------ Records supplied ------
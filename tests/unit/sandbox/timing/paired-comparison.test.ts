import { describe, expect, it } from 'vitest';
import { benjaminiHochberg } from '@sandbox/stats/benjamini-hochberg.ts';
import { median } from '@sandbox/stats/quantiles.ts';
import { comparePaired, compareTimings, timingVerdict } from '@sandbox/timing/paired-comparison.ts';
import { seededNormal } from '@tests/helpers/seeded-random.ts';

/**
 * Synthetic paired rounds (no real timing): a per-round machine level drifting slowly and shared by
 * both kernels, times multiplied by independent log-normal noise of the given sd, the candidate
 * additionally by `effect`. Invented test data, seeded.
 */
function syntheticRounds(seed: number, rounds: number, effect: number, noise = 0.02) {
  const z = seededNormal(seed);
  const candidateMs: number[] = [];
  const incumbentMs: number[] = [];
  let level = 5;
  for (let r = 0; r < rounds; r++) {
    level *= Math.exp(0.01 * z()); // drift that interleaving cancels
    candidateMs.push(level * effect * Math.exp(noise * z()));
    incumbentMs.push(level * Math.exp(noise * z()));
  }
  return { candidateMs, incumbentMs };
}

function verdictCounts(effect: number, repeats = 200, rounds = 31) {
  const counts = { slower: 0, faster: 0, 'no clear difference': 0 };
  for (let k = 0; k < repeats; k++) {
    const { candidateMs, incumbentMs } = syntheticRounds(1000 + k, rounds, effect);
    counts[comparePaired(candidateMs, incumbentMs).verdict]++;
  }
  return counts;
}

describe('verdict on synthetic paired samples (200 seeded repeats, 31 rounds, 2 % noise)', () => {
  it('identical distributions: no clear difference in ≥ 95 %', () => {
    expect(verdictCounts(1)['no clear difference']).toBeGreaterThanOrEqual(190);
  });

  it('a planted 10 % slowdown: slower in ≥ 95 %', () => {
    expect(verdictCounts(1.1).slower).toBeGreaterThanOrEqual(190);
  });

  it('a planted 10 % speed-up: faster in ≥ 95 %', () => {
    expect(verdictCounts(1 / 1.1).faster).toBeGreaterThanOrEqual(190);
  });

  it('a 1 % slowdown, below the 3 % margin: no clear difference in ≥ 95 %', () => {
    expect(verdictCounts(1.01)['no clear difference']).toBeGreaterThanOrEqual(190);
  });
});

describe('comparePaired', () => {
  const { candidateMs, incumbentMs } = syntheticRounds(7, 31, 1.1);

  it('brackets the ratio with its interval and summarises each side', () => {
    const result = comparePaired(candidateMs, incumbentMs);
    expect(result.rounds).toBe(31);
    expect(result.ci95![0]).toBeLessThanOrEqual(result.ratio!);
    expect(result.ratio!).toBeLessThanOrEqual(result.ci95![1]);
    expect(result.candidate!.medianMs).toBe(median(candidateMs));
    expect(result.incumbent!.q1Ms).toBeLessThanOrEqual(result.incumbent!.medianMs);
  });

  it('is antisymmetric: swapping the sides inverts ratio and interval and flips the verdict', () => {
    const forward = comparePaired(candidateMs, incumbentMs);
    const backward = comparePaired(incumbentMs, candidateMs);
    expect(forward.verdict).toBe('slower');
    expect(backward.verdict).toBe('faster');
    expect(backward.ratio!).toBeCloseTo(1 / forward.ratio!, 12);
    expect(backward.ci95![0]).toBeCloseTo(1 / forward.ci95![1], 12);
    expect(backward.pValue).toBeCloseTo(forward.pValue!, 14);
  });

  it('returns nulls for no rounds and rejects bad input', () => {
    expect(comparePaired([], [])).toMatchObject({
      rounds: 0,
      ratio: null,
      ci95: null,
      pValue: null,
    });
    expect(() => comparePaired([1, 2], [1])).toThrow(/equal lengths/);
    expect(() => comparePaired([1, 0], [1, 1])).toThrow(/positive and finite/);
    expect(() => comparePaired([1], [1], { margin: -0.1 })).toThrow(/margin/);
  });
});

describe('compareTimings across sizes', () => {
  // Invented log-ratios: size A has a real 5 % slowdown on 12 rounds (raw p ≈ 0.02); sizes B and C
  // have none. On its own A is 'slower'; with BH over three sizes its adjusted p exceeds 0.05.
  const ones = Array.from({ length: 12 }, () => 1);
  const dA = [0.1, 0.12, 0.08, 0.15, -0.02, 0.09, -0.05, 0.11, 0.07, -0.03, 0.13, -0.06];
  const dB = [0.01, -0.02, 0.015, -0.01, 0.005, -0.012, 0.02, -0.018, 0.003, -0.004, 0.011, -0.009];
  const dC = [
    0.02, -0.01, 0.013, -0.011, 0.006, -0.015, 0.018, -0.017, 0.004, -0.002, 0.01, -0.008,
  ];
  const samples = [dA, dB, dC].map((d) => ({ candidateMs: d.map(Math.exp), incumbentMs: ones }));

  it('adjusts the p-values with Benjamini–Hochberg and lets that decide', () => {
    const alone = comparePaired(samples[0]!.candidateMs, ones);
    const together = compareTimings(samples);
    const raw = together.map((t) => t.pValue!);
    const { adjusted } = benjaminiHochberg(raw);
    together.forEach((t, i) => expect(t.pValueAdjusted).toBe(adjusted[i]));
    expect(alone.pValue).toBeLessThan(0.05);
    expect(alone.verdict).toBe('slower');
    expect(together[0]!.pValueAdjusted).toBeGreaterThan(0.05);
    expect(together[0]!.verdict).toBe('no clear difference');
  });
});

describe('timingVerdict', () => {
  it('needs the interval to exclude 1, the estimate beyond the margin and significance', () => {
    expect(timingVerdict(1.1, [1.05, 1.15], 0.03, true)).toBe('slower');
    expect(timingVerdict(0.9, [0.85, 0.95], 0.03, true)).toBe('faster');
    expect(timingVerdict(1.02, [1.01, 1.03], 0.03, true)).toBe('no clear difference'); // margin
    expect(timingVerdict(1.1, [0.99, 1.2], 0.03, true)).toBe('no clear difference'); // contains 1
    expect(timingVerdict(1.1, [1.05, 1.15], 0.03, false)).toBe('no clear difference'); // BH
    expect(timingVerdict(null, null, 0.03, true)).toBe('no clear difference');
    // The margin is symmetric in logs: 1/1.03 = 0.97087…, so 0.971 is within it.
    expect(timingVerdict(0.971, [0.96, 0.98], 0.03, true)).toBe('no clear difference');
  });
});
------
**Description of the task:** Copy every line of the data that holds the string "function".

**Solution to this problem:**
function syntheticRounds(seed: number, rounds: number, effect: number, noise = 0.02) {
function verdictCounts(effect: number, repeats = 200, rounds = 31) {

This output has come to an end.